■ TASK ITEM
Print exactly the lines below between the line holding "else if (isSeq(child)" and the line holding "for (const segment of path.slice(0, -1))", inclusive, and nothing more.

EXCERPTED DATA: Begin

/** What a file of this place in the project folder holds, for a message about an empty file. */
function expectedContent(path: string): string {
  if (path.startsWith('devices/')) return 'a list of devices under "devices:"';
  if (path.startsWith('circuits/')) return 'a circuit (a mapping with "id", "from", "device", "cable") or a list under "circuits:"';
  return 'the sections "project:", "settings:" and "supplies:"';
}

function firstLine(message: string): string {
  return message.split('\n')[0]!.trim();
}

function firstAliasOffset(doc: Document.Parsed): number | undefined {
  let offset: number | undefined;
  visit(doc, {
    Alias(_key, node) {
      offset = node.range?.[0];
      return visit.BREAK;
    },
  });
  return offset;
}

/** Ids and free text as written; dates (from a YAML 1.1 timestamp) as YYYY-MM-DD. */
function keepTextAsWritten(file: SourceFile, doc: Document.Parsed, source: string): void {
  const walk = (node: unknown, path: PathSegment[]): void => {
    if (isMap(node)) {
      for (const pair of node.items) {
        if (!isScalar(pair.key)) continue;
        const key = String(pair.key.value);
        const child = pair.value;
        const childPath = [...path, key];
        if (isScalar(child)) {
          if (TEXT_KEYS.has(key) && (typeof child.value === 'number' || typeof child.value === 'boolean' || child.value instanceof Date)) {
            setAt(file.value, childPath, scalarSource(child, source));
          } else if (key === 'date' && child.value instanceof Date) {
            setAt(file.value, childPath, child.value.toISOString().slice(0, 10));
          }
        } else if (isSeq(child) && TEXT_LIST_KEYS.has(key)) {
          child.items.forEach((item, index) => {
            if (isScalar(item) && (typeof item.value === 'number' || typeof item.value === 'boolean' || item.value instanceof Date)) {
              setAt(file.value, [...childPath, index], scalarSource(item, source));
            }
          });
        } else {
          walk(child, childPath);
        }
      }
    } else if (isSeq(node)) {
      node.items.forEach((item, index) => walk(item, [...path, index]));
    }
  };
  walk(doc.contents, []);
}

function scalarSource(node: { value: unknown; range?: [number, number, number] | null }, source: string): string {
  if (node.range) return source.slice(node.range[0], node.range[1]);
  return String(node.value);
}

function setAt(root: unknown, path: PathSegment[], value: unknown): void {
  let current: unknown = root;
  for (const segment of path.slice(0, -1)) {
    if (current === null || typeof current !== 'object') return;
    current = (current as Record<PathSegment, unknown>)[segment];
  }
  if (current !== null && typeof current === 'object') {
    (current as Record<PathSegment, unknown>)[path[path.length - 1]!] = value;
  }
}

/** The plain value at a path of the file's JS value; undefined where there is none. */
export function valueAt(root: unknown, path: readonly PathSegment[]): unknown {
  let current: unknown = root;
  for (const segment of path) {
    if (current === null || typeof current !== 'object') return undefined;
    if (Array.isArray(current) && typeof segment !== 'number') return undefined;
    current = (current as Record<PathSegment, unknown>)[segment];
  }
  return current;
}

interface Located {
  node: YamlNode;
  keyNode?: YamlNode; // the key under which it sits, for a mapping value
}

function resolveAlias(tree: SourceTree, node: unknown): unknown {
  if (!isAlias(node)) return node;
  return tree.aliasTargets?.get(node) ?? node.resolve(tree.doc);
}

const pairIndexes = new WeakMap<object, Map<string, Pair>>();

/** The first pair of a mapping with this key; a large mapping is indexed once, so that an issue per key stays linear. */
function pairFor(map: YAMLMap, key: string): Pair | undefined {
  const matches = (p: unknown): p is Pair => isPair(p) && isScalar(p.key) && String(p.key.value) === key;
  if (map.items.length <= 16) return map.items.find(matches);
  let index = pairIndexes.get(map);
  if (index === undefined) {
    index = new Map();
    for (const p of map.items) {
      if (isPair(p) && isScalar(p.key) && !index.has(String(p.key.value))) index.set(String(p.key.value), p);
    }
    pairIndexes.set(map, index);
  }
  return index.get(key);
}

/**
 * Where a field path points in the file. A path that does not exist (a missing field) points at
 * its deepest existing parent: the parent's key where it has one, else the parent itself.
 * With `key`, a mapping's key rather than its value (an unknown field).
 */
export function locate(file: SourceFile, path: readonly PathSegment[], options: { key?: boolean } = {}): { line: number; col: number } {
  const known = `${options.key ? 'key' : 'value'} ${JSON.stringify(path)}`;
  const found = file.located.get(known);
  if (found !== undefined) return { line: found.line, col: found.col };
  const pos = locateInTree(file.tree(), path, options);
  file.located.set(known, { line: pos.line, col: pos.col });
  return pos;
}

function locateInTree(tree: SourceTree, path: readonly PathSegment[], options: { key?: boolean }): { line: number; col: number } {
  let current: Located = { node: tree.doc.contents as YamlNode };
  let complete = true;
  for (const segment of path) {
    const node = resolveAlias(tree, current.node);
    let next: Located | undefined;
    if (isMap(node)) {
      const pair = pairFor(node, String(segment));
      if (pair !== undefined) {
        const keyNode = pair.key as YamlNode;
        next = { node: (pair.value as YamlNode | null) ?? keyNode, keyNode };
      }
    } else if (isSeq(node) && typeof segment === 'number') {
      const item = node.items[segment];
      if (item !== undefined && item !== null) next = { node: item as YamlNode };
    }
    if (next === undefined) {
      complete = false;
      break;
    }
    current = next;
  }
  // An empty value (`to:` with nothing after it) is shown at its key.
  const emptyValue = isScalar(current.node) && current.node.value === null && current.node.range?.[0] === current.node.range?.[1];
  const target = (!complete || options.key || emptyValue) && current.keyNode !== undefined ? current.keyNode : current.node;
  const offset = target?.range?.[0] ?? 0;
  return tree.lineCounter.linePos(offset);
}

export function sourcePos(file: SourceFile, path: readonly PathSegment[]): SourcePos {
  return { file: file.path, ...locate(file, path) };
}

/** "circuits[3].cable.length" */
export function formatPath(path: readonly PathSegment[]): string {
  let text = '';
  for (const segment of path) {
    if (typeof segment === 'number') text += `[${segment}]`;
    else text += text === '' ? segment : `.${segment}`;
  }
  return text;
}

EXCERPTED DATA: End

■ ANSWER SECTION
        } else if (isSeq(child) && TEXT_LIST_KEYS.has(key)) {
          child.items.forEach((item, index) => {
            if (isScalar(item) && (typeof item.value === 'number' || typeof item.value === 'boolean' || item.value instanceof Date)) {
              setAt(file.value, [...childPath, index], scalarSource(item, source));
            }
          });
        } else {
          walk(child, childPath);
        }
      }
    } else if (isSeq(node)) {
      node.items.forEach((item, index) => walk(item, [...path, index]));
    }
  };
  walk(doc.contents, []);
}

function scalarSource(node: { value: unknown; range?: [number, number, number] | null }, source: string): string {
  if (node.range) return source.slice(node.range[0], node.range[1]);
  return String(node.value);
}

function setAt(root: unknown, path: PathSegment[], value: unknown): void {
  let current: unknown = root;
  for (const segment of path.slice(0, -1)) {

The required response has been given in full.